Task objective:
For the word "assert", search the records and show each line in which it occurs.

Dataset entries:

● ● ● ● ●

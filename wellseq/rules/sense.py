"""Rules that make no sense for a trap, whatever is played: those that can never apply, and pairs
that cannot both be kept.

What can be true at once is judged by what one line, one electrode, one species can be: a line is in
one state, a voltage within what its output can give, a value on one side of a bound.  Windows are
not measured, so that nothing is called senseless that is not.
"""

from __future__ import annotations

import math
from collections.abc import Iterable, Iterator, Sequence
from dataclasses import dataclass, field
from itertools import product

from wellseq.model import rulebook as book
from wellseq.model.trap import Converter, Trap

CHOICES_MAX = 256
"""Ways of choosing among alternatives that are looked at; beyond, all is taken for possible."""
PAIRS_MAX = 50_000
"""Pairs of rules that are compared in one rulebook."""
Literal = tuple[book.Atom, bool]


def never_applies(rule: book.Rule, trap: Trap) -> str:
    """Why a rule can never be broken on this trap, as a sentence; empty when it can be."""
    match rule.sentence:
        case book.Always(trigger, wanted):
            if trigger is not None and not _possible(trigger, trap):
                return "what it watches for can never be true"
            if not _possible(rule.sentence.breaking, trap):
                return "what it demands is always so"
        case book.Around(_, event, wanted):
            if not _possible(event, trap):
                return "what it watches for can never be true"
            if not _possible(book.negation(wanted), trap):
                return "what it demands is always so"
        case book.AtEnd(wanted):
            if not _possible(book.negation(wanted), trap, at_end=True):
                return "what it demands is always so"
        case book.Counted(event):
            if not _possible(event, trap):
                return "what it counts can never be true"
    return ""


def contradictions(rules: Sequence[book.Rule], trap: Trap) -> Iterator[tuple[book.Rule, book.Rule]]:
    """Pairs of rules that cannot both be kept once what they watch for is true."""
    standing = [rule for rule in rules if isinstance(rule.sentence, book.Always)]
    unconditional = [rule for rule in standing if _trigger(rule) is None]
    compared = 0
    by_trigger: dict[book.Condition | None, list[book.Rule]] = {}
    for rule in standing:
        trigger = _trigger(rule)
        earlier = by_trigger.setdefault(trigger, [])
        others = earlier if trigger is None else [*earlier, *unconditional]
        for other in others:
            compared += 1
            if compared > PAIRS_MAX:
                return
            if _share(rule, other) and _contradict(rule, other, trap):
                first, second = sorted((other, rule), key=rules.index)
                yield first, second
        earlier.append(rule)


def _trigger(rule: book.Rule) -> book.Condition | None:
    assert isinstance(rule.sentence, book.Always)
    return rule.sentence.trigger


def _share(one: book.Rule, other: book.Rule) -> bool:
    """Whether two rules demand something of the same thing; others cannot contradict each other."""
    things = []
    for rule in (one, other):
        assert isinstance(rule.sentence, book.Always)
        things.append({_thing(atom) for atom in book.atoms_in(rule.sentence.wanted)})
    return bool(things[0] & things[1])


def _thing(atom: book.Atom) -> object:
    match atom:
        case book.LineIn(line):
            return line
        case book.Comparison(quantity):
            return quantity
        case _:
            return atom


def _contradict(one: book.Rule, other: book.Rule, trap: Trap) -> bool:
    assert isinstance(one.sentence, book.Always)
    assert isinstance(other.sentence, book.Always)
    triggers = tuple(part for part in (_trigger(one), _trigger(other)) if part is not None)
    wanted = one.sentence.wanted, other.sentence.wanted
    alone = [book.all_of((*triggers, part)) for part in wanted]
    return all(_possible(part, trap) for part in alone) and not _possible(
        book.all_of((*triggers, *wanted)), trap
    )


# what can be true at once


def _possible(condition: book.Condition, trap: Trap, at_end: bool = False) -> bool:
    """Whether a condition can be true at some instant, as far as single things can tell."""
    ways = list(_ways(condition))
    if len(ways) > CHOICES_MAX:
        return True
    return any(_Together(trap, at_end).admit(way) for way in ways)


def _ways(condition: book.Condition, true: bool = True) -> Iterator[tuple[Literal, ...]]:
    """The ways of making a condition true (or false): lists of atoms and how each turns out.

    At most CHOICES_MAX and one more.
    """
    match condition:
        case book.Not(part):
            yield from _ways(part, not true)
        case book.AllOf(parts) | book.AnyOf(parts):
            if isinstance(condition, book.AllOf) is true:
                yield from _joined([list(_ways(part, true)) for part in parts])
            else:
                for part in parts:
                    yield from _ways(part, true)
        case book.Held(part) | book.Recent(part):
            # A window that ends now says something of now only if all of it counts.
            if isinstance(condition, book.Held) is true:
                yield from _ways(part, true)
            elif any(True for _ in _ways(part, true)):
                yield ()
        case _:
            yield ((condition, true),)


def _joined(choices: list[list[tuple[Literal, ...]]]) -> Iterator[tuple[Literal, ...]]:
    for count, way in enumerate(product(*choices)):
        if count > CHOICES_MAX:
            return
        yield tuple(literal for part in way for literal in part)


@dataclass(slots=True)
class _Together:
    """What a list of atoms leaves possible, thing by thing."""

    trap: Trap
    at_end: bool
    states: dict[str, set[str]] = field(default_factory=dict)
    values: dict[book.Quantity, _Range] = field(default_factory=dict)
    others: dict[book.Atom, bool] = field(default_factory=dict)

    def admit(self, literals: Iterable[Literal]) -> bool:
        """Whether all of them can turn out so at once."""
        return all(self._admit(atom, true) for atom, true in literals)

    def _admit(self, atom: book.Atom, true: bool) -> bool:
        match atom:
            case book.LineIn(line, state):
                left = self.states.setdefault(line, set(self.trap.line(line).states))
                left &= {state} if true else left - {state}
                return bool(left)
            case book.Comparison(quantity):
                found = self.values.setdefault(quantity, _able(quantity, self.trap))
                return found.cut(atom, true)
            case book.Playing() | book.Driven() | book.Awaiting() if self.at_end and true:
                return False
            case _:
                return self.others.setdefault(atom, true) is true


@dataclass(slots=True)
class _Range:
    """The values that a quantity can still have: from low to high, each end taken in or not."""

    low: float
    high: float
    low_in: bool = True
    high_in: bool = True
    outside: float = -1.0
    """Values no larger in size than this are out, too."""

    def cut(self, atom: book.Comparison, true: bool) -> bool:
        """Leave only what makes a comparison turn out so; False when nothing is left."""
        low = -math.inf if atom.low is None else float(atom.low)
        high = math.inf if atom.high is None else float(atom.high)
        match atom.relation, true:
            case ("above", True) | ("below", False):
                bound, taken = (low, False) if true else (high, True)
                self._from(bound, taken)
            case ("below", True) | ("above", False):
                bound, taken = (high, False) if true else (low, True)
                self._to(bound, taken)
            case "beyond", True:
                self.outside = max(self.outside, low)
            case "beyond", False:
                self._from(-low, True)
                self._to(low, True)
            case "between", True:
                self._from(low, True)
                self._to(high, True)
        return self._some()

    def _from(self, bound: float, taken: bool) -> None:
        if (bound, not taken) > (self.low, not self.low_in):
            self.low, self.low_in = bound, taken

    def _to(self, bound: float, taken: bool) -> None:
        if (-bound, not taken) > (-self.high, not self.high_in):
            self.high, self.high_in = bound, taken

    def _some(self) -> bool:
        if self.low > self.high or (self.low == self.high and not (self.low_in and self.high_in)):
            return False
        return self.outside < 0 or self.high > self.outside or self.low < -self.outside


def _able(quantity: book.Quantity, trap: Trap) -> _Range:
    """What a quantity can be at all, by the trap file."""
    match quantity:
        case book.Voltage(electrode):
            return _Range(*_reach_V(electrode, trap))
        case book.Difference(one, other):
            first, away = _reach_V(one, trap), _reach_V(other, trap)
            return _Range(first[0] - away[1], first[1] - away[0])
        case book.OfClouds("position"):
            return _Range(-math.inf, math.inf)
        case book.OfClouds():
            return _Range(0.0, math.inf)
        case _:
            return _Range(-math.inf, math.inf)


def _reach_V(electrode: str, trap: Trap) -> tuple[float, float]:
    """The lowest and highest voltage that an electrode can have, spreads included."""
    output = trap.output_of(electrode)
    if isinstance(output, Converter):
        return _converter_V(output)
    ends: list[float] = []
    for level in output.levels:
        if isinstance(level, str):
            behind = trap.output(level)
            assert isinstance(behind, Converter)
            ends += _converter_V(behind)
        else:
            ends += [level - output.spread_V, level + output.spread_V]
    return min(ends), max(ends)


def _converter_V(converter: Converter) -> tuple[float, float]:
    low, high = converter.reach_V
    size = max(abs(converter.low_V), abs(converter.high_V))
    error = size * converter.gain_spread + converter.offset_spread_V
    return low - error, high + error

● ● ● ● ●

Task solution:
    assert isinstance(rule.sentence, book.Always)
        assert isinstance(rule.sentence, book.Always)
    assert isinstance(one.sentence, book.Always)
    assert isinstance(other.sentence, book.Always)
            assert isinstance(behind, Converter)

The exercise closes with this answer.